Tami Taylor (Connie Britton) - the lone actress who made the journey from the film to the TV show, Britton is key to attracting that female audience. Her character is sexy and strong, a dreamer yet down-to-earth, a rock for her husband and yet given to flights of fancy. The writers have wonderfully integrated her desire to grow with her desire to serve the family, the school and the community she truly seems to love.
Jason Street (Scott Porter) - - the paralyzed quarterback who wrestles valiantly with his own self-image and self-worth. Neither all-saint nor all-sinner, the writers have made him intensely thoughtful at the same time they make him prone to knee-jerk reactions. His depth and search for insight truly flowered in this past week's episode.
Lyla Garrity (Minka Kelly) - the finest acting Minka in television history? Sublimely pretty, her character perhaps stands as the heir to the Winnie Cooper throne. It's rare to see such a portrayal of true love in a high-school character, and her recovery from her betrayal of that love (for Jason) has been carefully rendered.
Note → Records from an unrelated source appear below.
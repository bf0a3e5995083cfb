//! A finished picture: PNG with text in it, written whole or not at all.

use super::PictureError;
use std::fs::{self, File};
use std::io::{self, Write};
use std::path::{Path, PathBuf};
use tiny_skia::Pixmap;

/// Pixels per metre at 300 dots per inch: a map of 1200 pixels is 10 cm wide on paper.
const DENSITY: u32 = 11_811;

/// A picture and what is said about it inside the file.
#[derive(Clone, Debug)]
pub struct Picture {
    pub(super) page: Pixmap,
    pub(super) text: Vec<(&'static str, String)>,
}

impl Picture {
    /// Width and height in pixels.
    pub fn size(&self) -> (u32, u32) {
        (self.page.width(), self.page.height())
    }

    /// The sRGB pixels, row by row from the top.
    pub fn rgb(&self) -> Vec<u8> {
        let opaque = |p: &[u8]| [p[0], p[1], p[2]];
        self.page.data().chunks_exact(4).flat_map(opaque).collect()
    }

    /// Keywords and texts that stand in the file.
    pub fn text(&self) -> &[(&'static str, String)] {
        &self.text
    }

    /// The file's bytes.
    ///
    /// # Errors
    /// [`PictureError::Encode`].
    pub fn png(&self) -> Result<Vec<u8>, PictureError> {
        let mut bytes = Vec::new();
        let mut encoder = png::Encoder::new(&mut bytes, self.page.width(), self.page.height());
        encoder.set_color(png::ColorType::Rgb);
        encoder.set_depth(png::BitDepth::Eight);
        // on smooth maps one filter does as well as choosing among five, in four fifths of the time
        encoder.set_filter(png::Filter::Up);
        encoder.set_source_srgb(png::SrgbRenderingIntent::Perceptual);
        encoder.set_pixel_dims(Some(png::PixelDimensions {
            xppu: DENSITY,
            yppu: DENSITY,
            unit: png::Unit::Meter,
        }));
        for (keyword, text) in &self.text {
            // tEXt holds Latin-1 only; iTXt holds everything
            if text.is_ascii() {
                encoder.add_text_chunk((*keyword).to_owned(), text.clone())?;
            } else {
                encoder.add_itxt_chunk((*keyword).to_owned(), text.clone())?;
            }
        }
        let mut writer = encoder.write_header()?;
        writer.write_image_data(&self.rgb())?;
        writer.finish()?;
        Ok(bytes)
    }

    /// Writes the file at `path`: beside it first, then renamed, so that a failure leaves whatever
    /// was there before.
    ///
    /// # Errors
    /// [`PictureError::Encode`] or [`PictureError::Write`].
    pub fn save(&self, path: &Path) -> Result<(), PictureError> {
        let bytes = self.png()?;
        write_whole(path, &bytes).map_err(|cause| PictureError::Write {
            path: path.to_owned(),
            cause,
        })
    }
}

/// Writes `bytes` beside `path` and renames. A link keeps pointing to its file; a pipe or a device
/// is written straight.
pub fn write_whole(path: &Path, bytes: &[u8]) -> io::Result<()> {
    let target = fs::canonicalize(path).unwrap_or_else(|_| path.to_owned());
    if let Ok(there) = fs::metadata(&target) {
        if there.is_dir() {
            return Err(io::Error::from(io::ErrorKind::IsADirectory));
        }
        if !there.is_file() {
            return File::options().write(true).open(&target)?.write_all(bytes);
        }
    }
    let folder = match target.parent() {
        Some(p) if !p.as_os_str().is_empty() => p.to_owned(),
        _ => PathBuf::from("."),
    };
    let mut builder = tempfile::Builder::new();
    builder.prefix(".dotwright-").suffix(".part");
    #[cfg(unix)]
    let mode = {
        use std::os::unix::fs::PermissionsExt;
        // as any new file: what the umask leaves
        fs::Permissions::from_mode(0o666)
    };
    #[cfg(unix)]
    builder.permissions(mode);
    let mut part = builder.tempfile_in(folder).map_err(bare)?;
    part.write_all(bytes)?;
    part.as_file().sync_all()?;
    part.persist(&target).map_err(|e| e.error)?;
    Ok(())
}

/// The system's error without the name of the part file, which is nobody's concern.
fn bare(error: io::Error) -> io::Error {
    let inner = error
        .get_ref()
        .and_then(|e| e.source())
        .and_then(|e| e.downcast_ref::<io::Error>())
        .and_then(io::Error::raw_os_error);
    inner.map_or(error, io::Error::from_raw_os_error)
}

#[cfg(test)]
mod tests {
    use super::*;

    fn small() -> Picture {
        let mut page = Pixmap::new(3, 2).expect("a small page");
        page.fill(tiny_skia::Color::from_rgba8(10, 20, 30, 255));
        Picture {
            page,
            text: vec![("Title", "Dot µ".into()), ("Level", "3".into())],
        }
    }

    #[test]
    fn the_file_says_what_it_shows() {
        let bytes = small().png().expect("a picture");
        let mut reader = png::Decoder::new(io::Cursor::new(&bytes))
            .read_info()
            .expect("a PNG");
        let mut pixels = vec![0; 18];
        reader.next_frame(&mut pixels).expect("pixels");
        assert_eq!(pixels[..3], [10, 20, 30]);
        let info = reader.info();
        assert_eq!(info.uncompressed_latin1_text[0].text, "3");
        assert_eq!(info.utf8_text[0].get_text().expect("text"), "Dot µ");
    }

    #[test]
    fn a_failure_leaves_what_was_there() {
        let folder = tempfile::tempdir().expect("a folder");
        let path = folder.path().join("m.png");
        small().save(&path).expect("written");
        let before = fs::read(&path).expect("there");
        assert!(small().save(&folder.path().join("none/m.png")).is_err());
        assert!(small().save(folder.path()).is_err());
        small().save(&path).expect("written over");
        assert_eq!(fs::read(&path).expect("there"), before);
        assert_eq!(fs::read_dir(folder.path()).expect("listed").count(), 1);
    }
}
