//! What can be wrong with an outline.

use super::point::Point;
use thiserror::Error;

/// A reason why a shape cannot be made. Lengths are in the units of the shape.
#[derive(Clone, Debug, Error, PartialEq)]
pub enum GeometryError {
    /// A size that is negative, zero or not a number.
    #[error("{what} is {value}; it must be a positive number")]
    NotPositive {
        /// Which size.
        what: &'static str,
        /// What was given.
        value: f64,
    },
    /// A coordinate or angle that is not a number.
    #[error("{what} is not a finite number")]
    NotFinite {
        /// Which quantity.
        what: String,
    },
    /// Sizes that contradict each other.
    #[error("{0}")]
    Sizes(String),
    /// Too few points for a closed line.
    #[error("{given} points make no outline; at least {needed} different ones are needed")]
    TooFewPoints {
        /// How many there are.
        given: usize,
        /// How many would do.
        needed: usize,
    },
    /// Two neighbouring vertices in the same place.
    #[error("points {first} and {second} lie in the same place, ({}, {})", at.x, at.y)]
    DuplicatePoints {
        /// Number of the first, counted from 1.
        first: usize,
        /// Number of the second.
        second: usize,
        /// Where.
        at: Point,
    },
    /// Two edges of a polygon cross.
    #[error(
        "the edge from point {first} to the next crosses the edge from point {second} to the next near ({:.6}, {:.6}); order the points along the edge of the shape",
        at.x, at.y
    )]
    EdgesCross {
        /// Number of the point where the first edge starts, counted from 1.
        first: usize,
        /// The same of the second edge.
        second: usize,
        /// Where they cross.
        at: Point,
    },
    /// A boundary that crosses itself.
    #[error("the boundary crosses itself near ({:.6}, {:.6})", at.x, at.y)]
    CrossesItself {
        /// Where.
        at: Point,
    },
    /// A boundary that is not closed.
    #[error("the boundary is open: it ends at ({:.6}, {:.6}) and goes on from ({:.6}, {:.6})", from.x, from.y, to.x, to.y)]
    Open {
        /// Where a piece ends.
        from: Point,
        /// Where the next one starts.
        to: Point,
    },
    /// Nothing is enclosed.
    #[error("the outline encloses no area")]
    NoArea,
    /// A step left nothing over.
    #[error("{step} leaves nothing: {reason}")]
    NothingLeft {
        /// Which step.
        step: &'static str,
        /// Why.
        reason: String,
    },
    /// A part too thin to be meant.
    #[error("the outline is only {width:.3e} wide near ({:.6}, {:.6}), a sliver", at.x, at.y)]
    Sliver {
        /// Width there.
        width: f64,
        /// Where.
        at: Point,
    },
    /// A fillet that has no room.
    #[error(
        "the corner at ({:.6}, {:.6}) has no room for a radius of {radius}; the largest that fits is {largest:.6}",
        at.x, at.y
    )]
    NoRoomToRound {
        /// The corner.
        at: Point,
        /// The radius asked for.
        radius: f64,
        /// The largest radius with which every corner fits.
        largest: f64,
    },
    /// The overlay could not be resolved.
    #[error("the boundaries near ({:.6}, {:.6}) lie too close to tell apart; move one of them a little", at.x, at.y)]
    Unresolved {
        /// Where.
        at: Point,
    },
}

/// Something a step did that its author may not have meant.
#[derive(Clone, Copy, Debug, PartialEq, Eq)]
pub enum Remark {
    /// A cut that met no material.
    CutMissed,
    /// An addition that lies wholly inside what was there.
    AddedInside,
    /// An addition that touches nothing that was there: the shape has one part more.
    AddedApart,
    /// A keep that removed nothing.
    KeptAll,
}

impl std::fmt::Display for Remark {
    fn fmt(&self, f: &mut std::fmt::Formatter<'_>) -> std::fmt::Result {
        f.write_str(match self {
            Self::CutMissed => "the cut lies outside the outline and changes nothing",
            Self::AddedInside => "the added part lies inside the outline and changes nothing",
            Self::AddedApart => "the added part does not touch the rest",
            Self::KeptAll => "the part kept holds the whole outline and changes nothing",
        })
    }
}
Tim Riggins (Taylor Kitsch) - the bookdumb running back who would be two-dimensional in most other shows. Here, we see the slow, patient buildup of self-awareness, along with the emotional pain he faces.
Tyra Collette (Adrianne Palicki) - exhibit B for why people of both genders should watch this show. Tyra has packed a lot of living into her teenage years, but the end result has been a fervent belief in her own empowerment, as well as that of her down-but-not-quite-out mother (Dana Wheeler-Nicholson). Tyra is a role model that teenagers and adults should be able to relate to.
Brian "Smash" Williams (Gaius Charles) - the Rickey Henderson of this bunch, embracing the third person as he celebrates his own accomplishments, yet faced with his own humbling recovery from being ex-posed as a steroid user. Rather depict his drug use in melodramatic fashion, Friday in typical fashion has just tried to get to some honest truths, examining things from all sides, condemning the sin while still trying to save the sinner.
Matt Saracen (Zach Gilford) - the young, short quarterback forced to replace the fallen hero and dealing with a first love (Aimee Teegarden) who happens to be his protective coach's daughter, all while taking care of his mentally deteriorating grandmother with his father fighting in Iraq. This guy's plate is loaded, and sometimes, it drops. But Matt lives and learns, and most of all, endures with quiet dignity.
He's growing up. And maybe that's what the show boils down to it's about how all of us, no matter what our age or gender is, are still growing up. Friday Night Lights is on to something vital here, and if you're not watching, you should be.